Memang hidup ini sudah direncanakan Tuhan. Tapi bukankah kita bisa melakukan apapun dalam hidup kita? Aku rasa itu takkan mengubah rencana Tuhan. Rencana Tuhan akan tetap jalan. Yah, itu yang aku pkirkan.

“Hey Naomi.”

Aku sangat mengenal suara yang memanggilku. Suara itu sukses membawa pikiranku tentang hidup terhenti. Oke, mari kita hentikan sejenak pikiran tentang hidup. Sebuah perkara yang amat rumit. Gadis itu duduk di sampingku. Dia Ruri, sahabatku.

“Kamu pasti sedang memikirkan tentang dia.” Ah gadis ini tidak memiliki keahlian dalam menebak pemikiran seseorang.

“Kamu sok tau, Ri,” jawabku sambil tersenyum.

Dia yang dibicarakan Ruri adalah lelaki yang selalu aku seandaikan selama ini. Seandainya lelaki itu bisa diatur sesuai keinginan. Sayangnya, lelaki itu tak akan pernah bisa aku miliki. Dia hanyalah lelaki yang akan selalu mengisi imajinasiku. Tentang bagaimana aku dan dia, kelak mungin bersama.

“Lalu?”

“Tentang hidup.” Dia tertawa. Kemudiam gadis itu menatapku lekat. Berhenti tertawa. Mengamati wajahku dengan serius. Aku tahu apa yang dia pikirkan.

“Ah, gadis rumit ini mulai aneh lagi,” katanya.
Aku ingin menjelaskan semua yang aku pikirkan. Tapi, percuma saja. Setiap orang memiliki pemikiran yang berbeda tentang hidup. Ruri tak akan pernah setuju denganku. Dia gadis yang normal, tak sepertiku. Jadi aku hanya tertawa mendengarnya.
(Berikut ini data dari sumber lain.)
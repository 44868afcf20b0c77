from django.apps import AppConfig


class DatasetsConfig(AppConfig):
    name = "portal.datasets"
    label = "datasets"
    verbose_name = "Uploads and dataset versions"
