from pathlib import Path

from django.core.management.base import BaseCommand, CommandError

from portal.lineage.prov import provenance_json, resolve


class Command(BaseCommand):
    help = ("Write the lineage of an object (training:ID, release:ID, features:ID or "
            "version:ID) as W3C PROV-JSON.")

    def add_arguments(self, parser):
        parser.add_argument("ref", metavar="OBJECT_REF")
        parser.add_argument("--out", required=True, metavar="FILE.json")

    def handle(self, *args, ref, out, **options):
        try:
            obj = resolve(ref)
        except ValueError as exc:
            raise CommandError(str(exc)) from None
        text = provenance_json(obj)
        Path(out).write_text(text, encoding="utf-8")
        self.stdout.write(f"wrote the provenance of {ref} to {out}")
“Hentikan lamunanmu tentang hidup Naomi. Bagaimana dengan lelaki itu.”

Penyakit Ruri kambuh. Dia selalu membicarakan tentang lelaki yang aku seandaikan. Sudah aku katakan padanya, bahwa aku tak membutuhkan lelaki itu dalam dunia nayataku. Cukup dia ada dalam imajinasiku. Tapi, dia tak mengerti. Kemudian, dia akan menjelaskan teorinya tentang perempuan bisa mengungkapkan perasaan terlebih dahulu. Ah, memang tak ada yang salah dengan teori itu. Namun, bagiku bukan itu esensinya.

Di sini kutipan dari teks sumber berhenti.